Watercress and artichoke hearts salad
Fresh watercress washed and dried
Chopped fresh basil leaves
Artichoke hearts, quartered
Extra virgin olive oil ¼ cup
Fresh lemon juice 2/3 cup
Sea salt ½ teaspoon
Fresh black pepper, a pinch
Add watercress, basil and artichoke hearts in a large bowl. Whisk olive oil, lemon juice, sea salt and black pepper until blended in a small bowl. Pour the dressing over the salad and gently toss.
Watercress, strawberry and asparagus salad
Fresh asparagus diced
Lemon juice ¼ cup
Olive oil 2 tablespoons
Honey 2 tablespoons
In a small bowl combine all the dressing ingredients and allow to chill till ready to use.

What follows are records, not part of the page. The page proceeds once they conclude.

// The plan of a test over strata: which statistic fits the tables, what of the wishes it reads, and the method, settled by what the
// strata stage forecasts.
import type { Forecast, StrataEngine } from '../null/forecast.js';
import { standardEffort } from '../null/forecast.js';
import { groupedDigits } from '../numeric/digit-groups.js';
import type { Rational } from '../numeric/rational.js';
import { effortProblem, usageProblem } from '../problem/problem.js';
import { nameHint } from '../problem/suggest.js';
import { stratifiedNames, stratifiedStatistics, type StratifiedStatistic } from '../statistic/stratified.js';
import { drawsOf } from './draws.js';
import { chanceOf, levelsOf, refuseEmptySeed } from './footing.js';
import { methods, tails, twoSidedRules, type ChosenMethod, type Plan, type PlanOptions } from './plan.js';
import type { NamedRoles } from './roles.js';
import { scoresOf, type ScoreWish } from './scores.js';
import { raisedBound } from './settle-method.js';
import { oneOf, positive, share, unused } from './settings.js';

export interface StrataWork {
  /** Infinity where the exact engine cannot answer at all. */
  readonly workUnits: number;
  /** Sets of tables, one a stratum, with these margins. */
  readonly tables: number;
}

/** @throws Problem (usage) for a statistic that is not for strata, or not for tables of this shape. */
export function stratifiedStatisticOf(options: PlanOptions, isTwoByTwo: boolean): StratifiedStatistic {
  const { statistic } = options;
  if (statistic === undefined) return named(isTwoByTwo ? 'common-odds-ratio' : 'any-association');
  if (typeof statistic !== 'string' || !stratifiedNames.includes(statistic)) {
    const name = typeof statistic === 'string' ? statistic : statistic.name;
    throw usageProblem({
      code: 'statistic-not-for-strata',
      message: `${name} is a statistic of one table, and these are strata`,
      place: '--statistic',
      hint: nameHint(name, stratifiedNames),
    });
  }
  if (statistic === 'common-odds-ratio' && !isTwoByTwo) {
    throw usageProblem({
      code: 'not-two-by-two',
      message: 'common-odds-ratio compares two groups with two outcomes; these tables are larger',
      place: '--statistic',
      hint: 'use any-association, mean-scores or correlation',
    });
  }
  return named(statistic);
}

const named = (name: string): StratifiedStatistic => stratifiedStatistics.find((one) => one.name === name)!;

const readBy: Readonly<Record<string, readonly string[]>> = {
  groups: ['common-odds-ratio', 'mean-scores'],
  event: ['common-odds-ratio'],
  reference: ['common-odds-ratio'],
  rowScores: ['mean-scores', 'score-correlation'],
  columnScores: ['mean-scores', 'score-correlation'],
  lambda: [],
  ordered: [],
  paired: [],
  cells: [],
  compare: [],
  control: [],
  fixed: [],
  outcomeOrder: [],
  nuisanceRisk: [],
  nullValue: [],
  statisticDigest: [],
};

/** @throws Problem (usage) `option-without-effect`. */
export function refuseUnreadByStrata({ name }: StratifiedStatistic, options: PlanOptions): void {
  for (const [option, readers] of Object.entries(readBy)) {
    if (options[option as keyof PlanOptions] === undefined || readers.includes(name)) continue;
    const flag = `--${option.replace(/[A-Z]/g, (letter) => `-${letter.toLowerCase()}`)}`;
    throw unused(
      flag,
      `with ${name}`,
      readers.length === 0 ? 'leave it out' : `leave it out, or use ${readers.join(' or ')}`,
    );
  }
  if (name !== 'mean-scores') return;
  const [unread, flag] =
    options.groups === 'columns'
      ? (['columnScores', '--column-scores'] as const)
      : (['rowScores', '--row-scores'] as const);
  if (options[unread] !== undefined)
    throw unused(flag, 'on the side of the groups', 'score the other side, or swap them with --groups');
}

export type ChosenStrataScores = 'midranks' | 'pooled-midranks' | readonly Rational[];

export type ShownScores = 'midranks' | 'pooled-midranks' | number[];

/** Scores of one side, and how the plan shows them. @throws Problem (usage) of `scoresOf`. */
export function strataScoresOf(
  wish: ScoreWish | undefined,
  totals: readonly number[],
  option: '--row-scores' | '--column-scores',
): { exact: ChosenStrataScores; shown: ShownScores } {
  if (wish === undefined || wish === 'midranks') return { exact: 'midranks', shown: 'midranks' };
  if (wish === 'pooled-midranks') return { exact: wish, shown: wish };
  const everyLine = totals.map((_, line) => line);
  const { exact, asNumbers } = scoresOf(wish, totals, everyLine, option);
  return { exact, shown: [...asNumbers] };
}

export function planStrata(
  options: PlanOptions,
  { name, sided }: StratifiedStatistic,
  work: StrataWork,
  roles: NamedRoles | null,
  shown: { readonly rows: ShownScores; readonly columns: ShownScores } | null,
): Plan {
  const tail = oneOf(options.tail, sided === 'signed' ? 'both' : 'upper', tails, '--tail');
  if (sided === 'upper' && tail === 'both') {
    throw usageProblem({
      code: 'tail-of-upper-statistic',
      message: `${name} grows with any departure from independence, so it has no two-sided p`,
      place: '--tail both',
      hint: 'use --tail upper (the default)',
    });
  }
  if (tail !== 'both' && options.twoSidedRule !== undefined)
    throw unused('--two-sided-rule', `with --tail ${tail}`, 'leave it out');
  const rule = tail === 'both' ? oneOf(options.twoSidedRule, 'distance', twoSidedRules, '--two-sided-rule') : null;
  refuseEmptySeed(options);
  const asked = oneOf(options.method, 'auto', methods, '--method');
  const effort = positive(options.effort, standardEffort, '--effort');
  const alpha = share(options.alpha, 0.05, '--alpha');
  const drawing = drawsOf(options, asked, alpha);
  const needsLaw = rule !== null && rule !== 'distance' && rule !== 'doubled';
  if (needsLaw && (name !== 'common-odds-ratio' || rule !== 'probability')) {
    throw usageProblem({
      code: 'rule-without-law',
      message:
        rule === 'probability'
          ? 'the rule probability is worked out for common-odds-ratio only'
          : `the rule ${rule} is not worked out over strata`,
      place: '--two-sided-rule',
      hint: 'use --two-sided-rule distance or doubled',
    });
  }
  const { method, reason } = settle(asked, work, effort, needsLaw ? rule : null);
  const sampled = method === 'sample';
  return Object.freeze({
    statistic: name,
    tail,
    twoSidedRule: rule,
    method,
    methodAsked: asked,
    methodReason: reason,
    forecast: forecastOf(work),
    groups: roles?.groups ?? (name === 'mean-scores' ? (options.groups ?? 'rows') : null),
    event: roles?.eventLabel ?? null,
    reference: roles?.referenceLabel ?? null,
    ...(shown !== null && (name === 'score-correlation' || options.groups === 'columns') ? rowEcho(shown.rows) : {}),
    ...(shown !== null && (name === 'score-correlation' || options.groups !== 'columns')
      ? columnEcho(shown.columns)
      : {}),
    fixed: 'strata' as const,
    ...(sampled ? drawing : { draws: null }),
    ...chanceOf(options, sampled),
    ...levelsOf(options, effort),
  });
}

const rowEcho = (scores: ShownScores): Partial<Plan> =>
  typeof scores === 'string' ? { rowRanks: scores } : { rowScores: scores };
const columnEcho = (scores: ShownScores): Partial<Plan> =>
  typeof scores === 'string' ? { columnRanks: scores } : { columnScores: scores };

const secondsPerUnit = 3e-8;

const forecastOf = ({ workUnits, tables }: StrataWork): Forecast<StrataEngine> =>
  Object.freeze({
    engine: 'convolution',
    workUnits: Math.round(Math.min(workUnits, Number.MAX_VALUE)),
    tables: tables < Number.MAX_SAFE_INTEGER ? tables : Number(Math.min(tables, Number.MAX_VALUE).toPrecision(3)),
    tablesAreCounted: tables < Number.MAX_SAFE_INTEGER,
    seconds: Number((Math.min(workUnits, Number.MAX_VALUE) * secondsPerUnit).toPrecision(2)),
  });

function settle(
  asked: Plan['methodAsked'],
  { workUnits }: StrataWork,
  effort: number,
  rule: string | null,
): { method: ChosenMethod; reason: string } {
  const possible = workUnits < Infinity;
  const cost = `exact work over all strata is forecast at ${inWords(workUnits)} units, the bound is ${inWords(effort)}`;
  const beyond = 'the law over all strata would take more memory than is allowed for';
  const fits = possible && workUnits <= effort;
  const more = possible ? raisedBound(workUnits) : '';
  if (rule !== null && (asked === 'sample' || (asked === 'auto' && !fits))) {
    throw usageProblem({
      code: 'rule-needs-exact',
      message: `the rule ${rule} needs the probability of every value, which random tables do not give`,
      place: '--two-sided-rule',
      hint: `use --two-sided-rule distance or doubled${asked === 'auto' ? more : ', or --method exact'}`,
    });
  }
  if (asked === 'exact' && !fits) {
    throw effortProblem({
      code: 'exact-over-bound',
      message: possible ? cost : beyond,
      place: '--method exact',
      hint: `use --method sample${more}`,
    });
  }
  if (asked === 'asymptotic') return { method: asked, reason: 'asked for' };
  if (asked !== 'auto') return { method: asked, reason: `asked for; ${possible ? cost : beyond}` };
  return fits
    ? { method: 'exact', reason: cost }
    : { method: 'sample', reason: `exact is out of reach: ${possible ? cost : beyond}` };
}

const inWords = (value: number): string =>
  value < 1e7 ? groupedDigits(Math.round(value)) : value.toExponential(1).replace('e+', 'e');
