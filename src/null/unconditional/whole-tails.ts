// Tails of the laws of events in the first group as whole numbers over C(n, t): for the comparisons that doubles cannot make.

interface Tail {
  /** Events in both groups. */
  readonly events: number;
  /** All first-group counts up to `low`, and all from `high` on. */
  readonly low: number;
  readonly high: number;
}

export class WholeTails {
  private readonly rows = new Map<number, bigint[]>();

  constructor(
    private readonly firstSize: number,
    private readonly secondSize: number,
  ) {}

  /** Sign of p(one) - p(other). */
  compare(one: Tail, other: Tail): number {
    if (one.events === other.events && one.low === other.low && one.high === other.high) return 0;
    const whole = this.row(this.firstSize + this.secondSize);
    const apart = this.sum(one) * whole[other.events]! - this.sum(other) * whole[one.events]!;
    return apart > 0n ? 1 : apart < 0n ? -1 : 0;
  }

  /** Sign of P(x) - P(y), both counts of the first group with t events in all. */
  compareWeights(x: number, y: number, events: number): number {
    if (this.firstSize === this.secondSize && x + y === events) return 0;
    const apart = this.weight(x, events) - this.weight(y, events);
    return apart > 0n ? 1 : apart < 0n ? -1 : 0;
  }

  private weight(x: number, events: number): bigint {
    return this.row(this.firstSize)[x]! * this.row(this.secondSize)[events - x]!;
  }

  private sum({ events, low, high }: Tail): bigint {
    const lowest = Math.max(0, events - this.secondSize);
    const highest = Math.min(this.firstSize, events);
    let sum = 0n;
    for (let x = lowest; x <= Math.min(low, highest); x++) sum += this.weight(x, events);
    for (let x = Math.max(high, low + 1, lowest); x <= highest; x++) sum += this.weight(x, events);
    return sum;
  }

  /** C(n, 0), ..., C(n, n). */
  private row(n: number): bigint[] {
    let row = this.rows.get(n);
    if (row === undefined) {
      row = [1n];
      for (let k = 1; k <= n; k++) row.push((row[k - 1]! * BigInt(n - k + 1)) / BigInt(k));
      this.rows.set(n, row);
    }
    return row;
  }
}
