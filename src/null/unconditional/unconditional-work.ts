// Forecast of the work that `unconditionalP` takes.

/** Counted work in units of about 30 ns. */
export function unconditionalWork({ firstSize, secondSize }: { firstSize: number; secondSize: number }): number {
  const total = firstSize + secondSize;
  return Math.round(3 * (firstSize + 1) * (secondSize + 1) + 2.5 * total * total + 1000);
}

Blanch asparagus in boiling water for five minutes until tender but crisp. Drain and rinse in cold water. In a large bowl mix the watercress, strawberries and asparagus and toss with the dressing.
Quick watercress salad
Mixed peppercorns 1 teaspoon
Mustard seed 1 teaspoon
Clove garlic crushed 1
Olive oil 3 tablespoon
Vinegar 1 tablespoon
Brown sugar ¼ teaspoon
Salt to taste
Clean and refresh watercress in chilled water for about ten minutes. Mix and crush the other ingredients together using pestle and mortar. Drain and shake dry the watercress. Add the dressing, toss and serve.